# Xbox One Memory



## Kev_mk3 (Sep 10, 2007)

My memory on my XBO is about 75% gone with around 6 games on. Is there a way so not everything installs to the unit as soon ill have to delete games and everything to do with the game to have anything new on the unit :wall:


----------



## chriswuk (Mar 20, 2015)

Just buy an external HDD.

I got a 2TB portable drive (no external power supply) for around £70.
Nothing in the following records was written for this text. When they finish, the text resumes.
# ------------------------------------------------------------------------------------------------ points of the family
# Stars are sought by u = ln z (z = P_rad/P_gas at the centre) and t = ln theta, which have no bounds; functions return
# their value and its derivatives by u and by t.
def _beta(u):
    return 1.0 / (1.0 + np.exp(u))


def _rows(u, theta, names):
    """(beta, values, derivatives by u, derivatives by t), the last three (names, ...)."""
    beta = _beta(u)
    sigma = family.sigma_of_theta(beta, theta)
    value, by_beta, by_sigma = np.split(family.values(beta, sigma, names, derivatives=True), 3)
    share = sigma**2 / theta
    by_u = beta * (beta - 1.0) * (by_beta - share * (1.0 - 1.5 * theta) * by_sigma)
    return beta, value, by_u, share * beta * by_sigma


def _log_mass(beta, theta, rest, rest_u, rest_t):
    """ln(M0 mu^2/EDDINGTON_MASS) and its derivatives, from those of the rest mass in the unit of the table."""
    quotient = beta + theta * (3.0 - 1.5 * beta)
    value = np.log(rest / LANE_EMDEN_MASS) + 0.5 * np.log1p(-beta) - 2.0 * np.log(quotient)
    by_u = rest_u / rest + 0.5 * beta + 2.0 * (1.0 - 1.5 * theta) * beta * (1.0 - beta) / quotient
    return value, by_u, rest_t / rest - 2.0 * theta * (3.0 - 1.5 * beta) / quotient


def _balance(beta, rows, rows_u, rows_t, support, thin, power=-3.0):
    """ln(critical/(stiffness + support)), 0 at the onset, and its derivatives; ``support`` is that of rotation and
    ``thin`` that of the background, which goes with the density as z theta^power: -3 at given weight, 1 at given
    temperature."""
    square, stiff, response = rows
    stiffness = beta * stiff
    critical = stiffness - response * square
    supported = stiffness + support + thin
    slopes = []
    for slope, own, moved in ((rows_u, beta * (beta - 1.0) * stiff, thin), (rows_t, 0.0, power * thin)):
        d_stiffness = own + beta * slope[1]
        d_critical = d_stiffness - slope[2] * square - response * slope[0]
        slopes.append(d_critical / critical - (d_stiffness + moved) / supported)
    return np.log(critical / supported), *slopes


_BALANCE = ("frequency_squared", "stiffness", "response")


def _thin(beta, theta, mu, background):
    return BACKGROUND_SHIFT * background / (family.central_density(beta, theta) * mu**4)


def _newton(step, start, what):
    """Newton's method for every element: ``step(u)`` is the move that would lead to the root."""
    u = start
    for _ in range(_MOST):
        move = np.clip(step(u), -_LONGEST, _LONGEST)
        u = u - move
        if not np.all(np.isfinite(u)):
            break
        if np.max(np.abs(move), initial=0.0) < _TOLERANCE:
            return u
    raise ComputationError(f"no relativistic star has this {what}")


# ------------------------------------------------------------------------------------------------ at a given rest mass
def _w(rest_mass, mu):
    return np.sqrt(EDDINGTON_MASS * M_SUN / rest_mass) / mu


def _start(w):
    """ln z of the standard model, near enough for Newton's method."""
    beta = w / (1.0 + w / 4.0 + w**2 / 8.0 + w**4 / (1.0 + w))
    return np.log((1.0 - beta) / beta)


def _of_mass(w, theta_of, slope, what):
    """u of the stars of given rest mass with theta = theta_of(u), whose ln changes by ``slope`` du."""
    target = -2.0 * np.log(w)

    def step(u):
        theta = theta_of(u)
        beta, *rest = _rows(u, theta, ("rest_mass",))
        value, by_u, by_t = _log_mass(beta, theta, *(row[0] for row in rest))
        return (value - target) / (by_u + slope * by_t)

    return _newton(step, _start(w), what)


def _from_temperature(w, theta):
    """(beta, sigma) by the table of D/w; Newton's method where it does not reach."""
    root, ratio = np.sqrt(w), theta / w
    inverse = family.table().inverse
    inside = inverse.covers(root, ratio)
    if not np.all(inside):
        return _sought(w, theta, inside)
    shift = inverse(root.ravel(), ratio.ravel())[0].reshape(w.shape)
    return (shift * w - 3.0 * theta) / (1.0 - 1.5 * theta), ratio / shift


def _sought(w, theta, inside):
    w, theta, beta, sigma = np.asarray(w), np.asarray(theta), np.empty(w.shape), np.empty(w.shape)
    beta[inside], sigma[inside] = _from_temperature(w[inside], theta[inside])
    w, theta = w[~inside], theta[~inside]
    beta[~inside] = _beta(_of_mass(w, lambda u: theta + 0.0 * u, 0.0, "rest mass and central temperature"))
    sigma[~inside] = family.sigma_of_theta(beta[~inside], theta)
    return beta, sigma


def support(density, rotation=0.0, background=0.0):
    """What rotation and background add to the effective Gamma_1 at a central density [g cm-3]."""
    return ROTATION_SHIFT * rotation + BACKGROUND_SHIFT * background / density


def _supported(beta, sigma, mu, rotation, background):
    density = family.central_density(beta, family.central_theta(beta, sigma)) * mu**4
    return family.stars(beta, sigma, mu, support(density, rotation, background))


def covers(rest_mass, mu, temperature):
    """Whether the table holds the star of this rest mass [g] and central temperature [K]; where it does not, the others
    integrate directly, which takes milliseconds a star. Only stars far beyond their onset, or heavier than 1e8 Msun,
    are outside."""
    rest_mass, mu, temperature = _accept(rest_mass=rest_mass, mu=mu, temperature=temperature)
    w = _w(rest_mass, mu)
    return family.table().inverse.covers(np.sqrt(w), _theta(mu, temperature) / w)


def covers_density(rest_mass, mu, density):
    """The same for a central rest-mass density [g cm-3], by the temperature that the standard model has there."""
    rest_mass, mu, density = _accept(rest_mass=rest_mass, mu=mu, density=density)
    return covers(rest_mass, mu, eos.temperature(density, _beta(_start(_w(rest_mass, mu))), mu))


def at_temperature(rest_mass, mu, temperature, rotation=0.0, background=0.0):
    """The Star of ``rest_mass`` [g] with central ``temperature`` [K]."""
    rest_mass, mu, temperature, rotation, background = _accept(
        rest_mass=rest_mass, mu=mu, temperature=temperature, rotation=rotation, background=background
    )
    beta, sigma = _from_temperature(_w(rest_mass, mu), _theta(mu, temperature))
    return _supported(beta, sigma, mu, rotation, background)


def brief(rest_mass, mu, temperature):
    """Gravitational mass [g], radius [cm], (M - M0)/M0 and squared frequency [s-2] of the stars of ``rest_mass`` [g]
    with central ``temperature`` [K], stacked (4, ...); as ``at_temperature``, in blocks and with nothing else."""
    rest_mass, mu, temperature = _accept(rest_mass=rest_mass, mu=mu, temperature=temperature)
    shape = rest_mass.shape
    rest_mass, mu, temperature = rest_mass.ravel(), mu.ravel(), temperature.ravel()
    result = np.empty((4, rest_mass.size))
    for start in range(0, rest_mass.size, BLOCK):
        part = slice(start, start + BLOCK)
        result[:, part] = _brief(rest_mass[part], mu[part], temperature[part])
    return result.reshape(4, *shape)


def _brief(rest_mass, mu, temperature):
    beta, sigma = _from_temperature(_w(rest_mass, mu), _theta(mu, temperature))
    mass, radius, binding, square = family.values(beta, sigma, ("mass", "radius", "binding", "frequency_squared"))
    binding = sigma * binding
    rest = mass - binding
    heavy = rest_mass * mass / rest
    compactness = 4.0 * sigma * mass / radius
    size = G / C**2 * heavy / compactness
    return heavy, size, binding / rest, square * compactness * (C / size) ** 2


def at_density(rest_mass, mu, density, rotation=0.0, background=0.0):
    """The Star of ``rest_mass`` [g] with central rest-mass ``density`` [g cm-3]: a point of the locus of equilibria.

    Raises ComputationError where a star of this mass cannot be so dense.
    """
    rest_mass, mu, density, rotation, background = _accept(
        rest_mass=rest_mass, mu=mu, density=density, rotation=rotation, background=background
    )
    scale = np.cbrt(density / (family.central_density(0.5, 1.0) * mu**4))

    def theta(u):
        return scale * np.exp(u / 3.0)

    u = _of_mass(_w(rest_mass, mu), theta, 1.0 / 3.0, "rest mass and central density")
    beta = _beta(u)
    return family.stars(beta, family.sigma_of_theta(beta, theta(u)), mu, support(density, rotation, background))
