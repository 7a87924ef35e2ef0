"""Every acceptable star can be drawn: marks have a place, axes a range, and the words numbers."""

import re
from itertools import pairwise

import numpy as np
import pytest
from hypothesis import given, settings
from random_stars import scenarios

from massdash import builtin, builtin_names, evaluate
from massdash.charts import CHARTS, energy_chart
from massdash.charts.chart import Line, Map, Point, Rule, Span


def check_axis(axis):
    if axis.limits is not None:
        low, high = axis.limits
        assert np.isfinite([low, high]).all()
        assert low < high
        assert axis.scale != "log" or low > 0
    assert axis.linear_width is None or (np.isfinite(axis.linear_width) and axis.linear_width > 0)


def check_marks(chart):
    for mark in chart.of(Point):
        assert np.isfinite([mark.x, mark.y]).all(), mark
    for mark in chart.of(Rule):
        assert np.isfinite(mark.at), mark
    for mark in chart.of(Span):
        assert all(end is None or np.isfinite(end) for end in (mark.low, mark.high)), mark
    for mark in chart.of(Line):
        assert mark.x.shape == mark.y.shape
        assert np.isfinite(mark.x).all()
        assert not np.isinf(mark.y).any(), mark.key
    for mark in chart.of(Map):
        assert not np.isinf(mark.values).any()
        assert 0 < mark.x[0] < mark.x[1]
        assert 0 < mark.y[0] < mark.y[1]


def check(chart):
    check_axis(chart.x)
    check_axis(chart.y)
    check_marks(chart)
    assert chart.alt.endswith(".")
    assert not re.search(r"\b(nan|None|inf)\b|–", chart.alt)
    assert re.search(r"\d", chart.alt), chart.alt


def check_all(scenario):
    outcome = evaluate(scenario)
    charts = [make(outcome) for make in CHARTS.values()]
    for chart in [*charts, energy_chart(outcome, terms=True)]:
        check(chart)
    energy = charts[0]
    for low, high in pairwise(["star", "barrier"]):
        keys = {mark.key for mark in energy.marks}
        assert not {low, high} <= keys or energy[low].x <= energy[high].x * (1 + 1e-6)


@pytest.mark.parametrize("name", builtin_names())
def test_built_in_scenarios(name):
    check_all(builtin(name))


@given(scenarios())
@settings(deadline=None, max_examples=40)
def test_any_star(scenario):
    check_all(scenario)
The Xbox recognises it automatically & copies everything over to it. I've got about 15 games installed now & still have over 70% space left.


----------



## chriswuk (Mar 20, 2015)

This is perfect - Samsung M3 Slimline 2TB USB 3.0 Portable Hard Drive - Black: Amazon.co.uk: Computers & Accessories


----------



## chriswuk (Mar 20, 2015)

Just checked, 33 games installed (with 2 more downloading) & I've used 23.4%


----------



## cossiecol (Jun 29, 2014)

As above, an external HDD is the way to go, just make sure it's 3.0


----------



## John74 (Mar 12, 2007)

This is what I use










Now I only have 10% used memory


----------



## QPRsteve (Mar 4, 2013)

I saw a toshiba advertised 3TB for £64.99, this will be what I go for


----------



## Kev_mk3 (Sep 10, 2007)

I need one for the mrs's lap top so means I'll buy 2 :lol: thanks guys


----------